Earlier this year in the CHEST magazine, four renowned critical care physicians from Spain and the US published an opinion piece „ARDS – Lessons Learned From the Heart“. The Acute Respiratory Distress Syndrome (ARDS, sometimes referred to as Shock Lung), was first described in 1967. Bringing death to many affected patients, the condition was extensively studied since, with multiple million-dollar clinical studies trying to find a cure, conducted in hundreds of hospitals all over the world especially during the last two decades.
The authors describe that many conditions can lead to ARDS and wonder whether ARDS is a distinct clinical entity at all. They raise their disappointment about the multitude of failed studies from the past decades, and postulate to focus on distinct endophenotypes of patients, such as those with diffuse alveolar damage (DAD). No doubt they are right – and it is high time such insights start to spread.

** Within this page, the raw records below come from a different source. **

/**
 * The wall clock the player paces itself by, injected so tests run on fake time. Event time
 * advances `speed` times as fast as this clock: t_event = t_start + speed (t_wall - t_wall0).
 */
export interface PlayClock {
  /** Milliseconds, any origin. */
  now(): number;
  /** Waits `ms` milliseconds (0 or less: yields once). */
  sleep(ms: number): Promise<void>;
}

/** The real clock: performance.now() and setTimeout. */
export const realClock: PlayClock = {
  now: () => performance.now(),
  sleep: (ms) => new Promise((resolve) => setTimeout(resolve, Math.max(0, ms))),
};

/**
 * A fake clock for tests: `sleep` moves `now` forward at once and yields to the event loop, so a
 * scenario of hours plays as fast as the broker acknowledges.
 */
export function virtualClock(startMs = 0): PlayClock {
  let nowMs = startMs;
  return {
    now: () => nowMs,
    sleep: (ms) => {
      nowMs += Math.max(0, ms);
      return new Promise((resolve) => setImmediate(resolve));
    },
  };
}

/** Fastest and slowest speeds, multiples of real time: 1 to 120 (issue 5). */
export const MIN_SPEED = 1;
export const MAX_SPEED = 120;

/**
 * Checks a speed at the edge.
 *
 * @throws RangeError "speed must be between 1 and 120 (times real time): got 500"
 */
export function checkSpeed(speed: number): number {
  if (!(Number.isFinite(speed) && speed >= MIN_SPEED && speed <= MAX_SPEED)) {
    throw new RangeError(
      `speed must be between ${MIN_SPEED} and ${MAX_SPEED} (times real time): got ${speed}`,
    );
  }
  return speed;
}
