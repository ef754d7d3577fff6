/**
 * SenML packs as the devices send them (RFC 8428, JSON): the first record carries the base name
 * `<device>/` and the base time; each record carries its sensor name `n`, unit `u`, value `v`,
 * time offset `t` and `ut`, the longest time before the sensor reports again (section 4.5.1 and
 * 4.5.3), which the server uses to judge silence.
 */

/** One record of a pack (the fields this project sends). */
export interface SenmlRecord {
  bn?: string;
  bt?: number;
  n: string;
  u: string;
  v: number;
  t?: number;
  ut?: number;
}

/** A measurement to put in a pack. */
export interface Measurement {
  sensor: string;
  /** SenML unit: `%RH`, `Cel`, `m/s`, `W/m2`, `mm`. */
  unit: string;
  value: number;
  /** Offset from the pack's base time, s (0 when absent). */
  offsetS?: number;
}

/**
 * Builds a pack for one device at one device-clock time.
 *
 * @param device - device id; the base name is `<device>/`, which the ingest strips
 * @param deviceTimeMs - the device clock's time, ms since the Unix epoch; sent as `bt` in seconds
 *   with millisecond resolution
 * @param measurements - at least one
 * @param updateIntervalS - `ut` on every record, s
 * @returns the pack; an empty `measurements` gives an empty list (callers skip sending it)
 */
export function senmlPack(
  device: string,
  deviceTimeMs: number,
  measurements: readonly Measurement[],
  updateIntervalS: number,
): SenmlRecord[] {
  return measurements.map((measurement, index) => {
    const record: SenmlRecord = {
      n: measurement.sensor,
      u: measurement.unit,
      v: measurement.value,
      ut: updateIntervalS,
    };
    if (measurement.offsetS !== undefined && measurement.offsetS !== 0)
      record.t = measurement.offsetS;
    return index === 0
      ? { bn: `${device}/`, bt: Math.round(deviceTimeMs) / 1000, ...record }
      : record;
  });
}

/**
 * Rounds to the sensor's resolution: round(x / q) q, written without binary noise (e.g. 97.3,
 * not 97.30000000000001). A non-positive or NaN `quantum` returns `value`.
 */
export function quantise(value: number, quantum: number): number {
  if (!(quantum > 0)) return value;
  const decimals = Math.max(0, Math.ceil(-Math.log10(quantum)) + 1);
  return Number((Math.round(value / quantum) * quantum).toFixed(decimals));
}
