/**
 * The hidden truth behind the simulated probes: the element as it "really" is, with its own
 * parameters that the server never sees. The probe strings sample it at their depths; it is
 * advanced in event time under the scripted weather and the crew's measure log, so the probe
 * readings are consistent with both.
 *
 * Two implementations:
 * - engineTruth.ts: the server's element drying model (server/src/engine) on a finer grid with
 *   the scenario's hidden parameters. The demo and its acceptance test use only this one.
 * - standInTruth.ts: a documented simple stand-in, NOT a drying model, so the simulators'
 *   plumbing can be tested on its own. Never used by the demo.
 */
import type { CuringMeasure } from '../../server/src/physics/index.ts';

/** Weather the truth is exposed to over one step (mean values, before sensor noise). */
export interface TruthWeather {
  airTemperatureC: number;
  relativeHumidityPercent: number;
  /** Mean wind at the mast, m/s, and the mast height, m. */
  windAtMastMS: number;
  mastHeightM: number;
  solarWm2: number;
  rainMmH: number;
}

/** Risk figures of the truth at its current time. */
export interface TruthRiskFigures {
  phase: string;
  /** Utilization U of the phase: >= 1 means the margin has closed. */
  utilization: number;
  /** fct - sigma_s, Pa (NaN in the plastic phase). */
  marginPa: number;
}

/** What a probe sensor at a depth would read if it were perfect. */
export interface HiddenTruth {
  /** Which implementation: `engine` or `stand-in`. */
  readonly kind: 'engine' | 'stand-in';
  /** Event time reached, ms since the Unix epoch. */
  readonly timeMs: number;
  /**
   * Advances to `timeMs` with `weather` and `activeMeasures` held over the interval. A time at
   * or before the current one does nothing.
   */
  advanceTo(timeMs: number, weather: TruthWeather, activeMeasures: readonly CuringMeasure[]): void;
  /** Relative humidity of the pore air at `depthMm` below the exposed surface, %. */
  relativeHumidityPercentAt(depthMm: number): number;
  /** Concrete temperature at `depthMm`, degC. */
  temperatureCAt(depthMm: number): number;
  /** Evaporation from the surface over the last step, kg/(m2 h). */
  evaporationKgM2h(): number;
  /**
   * Capillary suction of the pore water in the surface cell, Pa (0 while saturated or under a
   * bleed film): the plastic-phase risk figure's numerator (physics.md section 7). NaN for the
   * stand-in, which has no pore water.
   */
  surfaceSuctionPa(): number;
  /**
   * The truth's own risk figures now (physics.md section 7), from the engine's evaluation:
   * phase, utilization U and margin. Null for the stand-in.
   */
  riskFigures(): TruthRiskFigures | null;
}
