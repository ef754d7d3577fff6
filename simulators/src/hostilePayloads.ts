/**
 * Malformed and hostile payloads a misbehaving or malicious device might send, each with the
 * quarantine reason the ingest must give it (server/src/ingest/reasons.ts). The simulators can
 * inject them (`--hostile`) and the tests check each one is quarantined, not stored, and that
 * ingest goes on.
 */

export interface HostilePayload {
  /** What the payload is, for people. */
  what: string;
  /** Payload bytes (built for a device and an event time). */
  payload: (device: string, eventTimeMs: number) => string | Uint8Array;
  /** Reason code the ingest must quarantine it with. */
  reason: string;
}

const bt = (eventTimeMs: number) => Math.round(eventTimeMs) / 1000;

/**
 * The set. `sensor` and `unit` must be one of the device's real sensors in the run (a temperature
 * sensor, so `%RH` is the wrong unit).
 */
export function hostilePayloads(sensor: string): HostilePayload[] {
  return [
    { what: 'truncated JSON', payload: () => '[{"bn":"x/","n":"t', reason: 'malformed-json' },
    {
      what: 'invalid UTF-8 bytes',
      payload: () => Uint8Array.from([0x5b, 0xff, 0xfe, 0x5d]),
      reason: 'malformed-json',
    },
    {
      what: 'a bare NaN token',
      payload: (device, at) =>
        `[{"bn":"${device}/","bt":${bt(at)},"n":"${sensor}","u":"Cel","v":NaN}]`,
      reason: 'not-finite',
    },
    {
      what: 'a value as a string',
      payload: (device, at) =>
        JSON.stringify([{ bn: `${device}/`, bt: bt(at), n: sensor, u: 'Cel', v: '21.5' }]),
      reason: 'wrong-type',
    },
    {
      what: 'a must-understand field',
      payload: (device, at) =>
        JSON.stringify([{ bn: `${device}/`, bt: bt(at), n: sensor, u: 'Cel', v: 21.5, x_: 1 }]),
      reason: 'unsupported-field',
    },
    {
      what: 'a sensor the run does not know',
      payload: (device, at) =>
        JSON.stringify([{ bn: `${device}/`, bt: bt(at), n: 'rogue-9', u: 'Cel', v: 21.5 }]),
      reason: 'unknown-sensor',
    },
    {
      what: 'the wrong unit',
      payload: (device, at) =>
        JSON.stringify([{ bn: `${device}/`, bt: bt(at), n: sensor, u: '%RH', v: 21.5 }]),
      reason: 'unit-mismatch',
    },
    {
      what: 'an impossible temperature',
      payload: (device, at) =>
        JSON.stringify([{ bn: `${device}/`, bt: bt(at), n: sensor, u: 'Cel', v: 900 }]),
      reason: 'impossible-value',
    },
    {
      what: 'a time a day in the future',
      payload: (device) =>
        JSON.stringify([
          { bn: `${device}/`, bt: bt(Date.now() + 86_400_000), n: sensor, u: 'Cel', v: 21.5 },
        ]),
      reason: 'time-in-future',
    },
    {
      what: 'a 70 KiB payload',
      payload: () => `[${'0'.repeat(70 * 1024)}]`,
      reason: 'oversize',
    },
  ];
}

Unfortunately, while „ARDS“ comes in handy as a four letter acronym, and the scientific community as well as regulators used to believe to finally have a grasp on the condition – it wasn’t quite that easy. In reality, experts knew early on that this syndrome can be caused by many underlying conditions.
Doubts around the suitability of „ARDS“ as enrollment criterion for clinical studies were raised already in the 1990s. Let me give just two examples. Mark Palazzo and Neil Soni published their visionary viewpoint „Critical-care studies: redefining the rules“ in THE LANCET in 1998. They had recognized that trials should study patients with common underlying conditions (insults) rather that the patients‘ responses, such as sepsis or ARDS.
We propose that critical-care trial designs are radically changed
(Palazzo, Soni, 1998)
In 2001, the UK Medical Research Council International Working Party lead by Jonathan Cohen has, in the CRITICAL CARE MEDICINE journal, initiated a comprehensive discussion titled „New Strategies for Clinical Trials in Patients with Sepsis and Septic Shock“, a treasure trove for all who have the ambition to think twice when designing critical care studies.
Working in critical care research since those times, I have been astonished to observe how little recognition these and several other intelligent articles have found. Many academic and industry studies have simply ignored known facts – and have forseeably failed.
The fatal consequences: On one hand, therapeutic progress for critically ill patients was not what it could have been. On the other, lots of scarce research money was wasted. And, on top, is it ethical to ask patients for participation in clinical trials which are almost certain to fail, because they repeat well identified mistakes?
Coming back to the 2015 CHEST piece – it is wonderful that the word seems to spread. Better late than never. And now let’s apply the wealth of knowledge and experience on how to conduct critical care studies. We owe it to our patients.